Of the 758 consultants involved in the study, 90% of participants improved their performance when generative AI assisted them with a creative product innovation task, performing on average 40% better than the control group who didn’t use generative AI.

Those knowledge workers with a higher level of aptitude benefited less, only seeing a 17% improvement in quality on average (compared with 43% for lower-level performers). This shows how generative AI can have a ‘skill levelling’ effect among professionals.

However, when using generative AI for a business problem-solving task – which is deemed to be outside generative AI’s “current frontier of competence” – participants performed 23% worse on average than those not using generative AI.

Tornquist summarised the role that can be played by generative AI along two axes: mastery of generative AI itself, and mastery of the discipline it’s being applied to.

chart showing how mastery of ai and discipline combine as force multiplier

When mastery of generative AI is high but mastery of the discipline is low, genAI can be a ‘skill leveller’.

When mastery of the discipline is high but mastery of generative AI is low, generative AI acts as an assistant. “It’s a compression algorithm for the mundane,” as Tornquist put it.

When both mastery of both generative AI and the discipline are high: that’s when generative AI becomes a ‘force multiplier’.

How can marketers be exceptional in a world of generative AI?

Beyond mastery of generative AI as a tool, what makes an exceptional marketer in an era where the ‘floor’ is raised for everyone?

Tornquist divided capability into three key areas:

  1. Core capability: what are often deemed ‘soft skills’ – critical thinking, curiosity, creativity, mindset, communication
  2. Knowledge: understanding context and the deeper underpinnings of the marketing discipline
  3. Skills: everything from SEO to writing subject lines.

Skills is the area currently being eroded by generative AI: “the closer we get to the screen … that’s what AI is already able to do,” Tornquist summarised. Generative AI can save marketers time spent learning how to build pivot tables by simply building a pivot table.

What generative AI can’t replicate is the core skills – which is why Tornquist prefers to use this term over ‘soft skills’. “If you were going to build a marketer, you’d start here,” he said. “They have to have critical thinking – because things move so quickly [that] the more we have smart automation doing some of the job, the more important it is that we are critical thinkers [who] know what questions to ask.

“…What I think has already started to happen post-Covid … as a result of AI, and will accelerate, is an increasing focus on knowledge and core [capabilities],” said Tornquist.

How to build core capabilities that stick

Learning is now available to marketers in more forms than ever before, but how can organisations make sure that it has a lasting impact? Tornquist outlined three key steps to take:

Learn together, at the same time

While on-demand learning can be valuable when a marketer has a specific question, it’s less useful for building an underlying foundation for those core capabilities. Additionally, retention of that knowledge can be poor once the question is answered.

By making significant parts of the learning (such as the kick-off) time-dependent and synchronised – whether in person or virtual – organisations can make sure employees are making time for learning and engaging with it.

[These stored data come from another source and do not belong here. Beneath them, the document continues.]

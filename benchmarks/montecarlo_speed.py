"""Speed of the Monte Carlo tolerance study: N runs of one demo delivery day, EKF and baseline.

Run from the repository root::

    python benchmarks/montecarlo_speed.py [--runs 1000] [--recording datasets/c48_day_lunch.csv]

Target: 1,000 runs of one demo day (c48_day_lunch.csv, 7.4 h at 1 Hz, 26 633 samples) through
the EKF and the coulomb baseline in under 30 s on this machine (two cores).  The filter uses
the demo cell's truth parameters (socfuse.estimator.demo.truth.truth_cell_model at 25 degC: two RC pairs and
hysteresis, so a five-state EKF) with its default settings.  A first small study compiles the
kernels and is not timed.  The last line is ``runs=<N> seconds=<t> runs_per_s=<N/t>``.
"""
from __future__ import annotations

import argparse
import sys
import time
from pathlib import Path

REPO = Path(__file__).resolve().parents[1]
sys.path.insert(0, str(REPO))

from socfuse.estimator.analysis.montecarlo import run_tolerance  # noqa: E402
from socfuse.models.loaders import load_recording  # noqa: E402
from socfuse.estimator.demo.truth import truth_cell_model  # noqa: E402


def main(argv=None) -> int:
    ap = argparse.ArgumentParser(description=__doc__.splitlines()[0])
    ap.add_argument("--runs", type=int, default=1000)
    ap.add_argument("--recording", default=str(REPO / "datasets" / "c48_day_lunch.csv"))
    ap.add_argument("--seed", type=int, default=0)
    a = ap.parse_args(argv)
    rec = load_recording(a.recording)
    model = truth_cell_model(25.0)
    run_tolerance(model, rec, n_runs=4, seed=a.seed)  # compile / load the kernel cache
    t0 = time.perf_counter()
    res = run_tolerance(model, rec, n_runs=a.runs, seed=a.seed)
    dt = time.perf_counter() - t0
    print(f"recording {rec.name}: {rec.n} samples, {rec.duration_s / 3600:.1f} h")
    for m in res.max_abs_error:
        print(f"  {m:<8} P50 {100 * res.percentile(m, 50):.2f} %  P95 {100 * res.percentile(m, 95):.2f} % "
              f"(max |SOC error| after {res.skip_s:.0f} s)")
    print(f"target: {a.runs} runs under 30 s -> {'met' if dt < 30 else 'NOT met'}")
    print(f"runs={a.runs} seconds={dt:.2f} runs_per_s={a.runs / dt:.1f}")
    return 0


if __name__ == "__main__":
    sys.exit(main())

Build an emotional connection to the learning

This can be accomplished by creating a social dynamic around learning – again, through learning alongside colleagues – and also through incorporating an applied learning component, to set learning in context.

“It’s much more inspiring to see what might happen when it’s your own data and your own problems,” said Tornquist. “And it’s a way that we’re actually going to remember what we learn.”

Implement ‘appointment learning’

Whether it’s time set aside for a week-long training course or a virtual session lasting an hour, appointment learning gives marketers permission to learn.

“[It says] ‘This is really important to us, and it’s important to you – and we’re going to make the time for you’,” said Tornquist.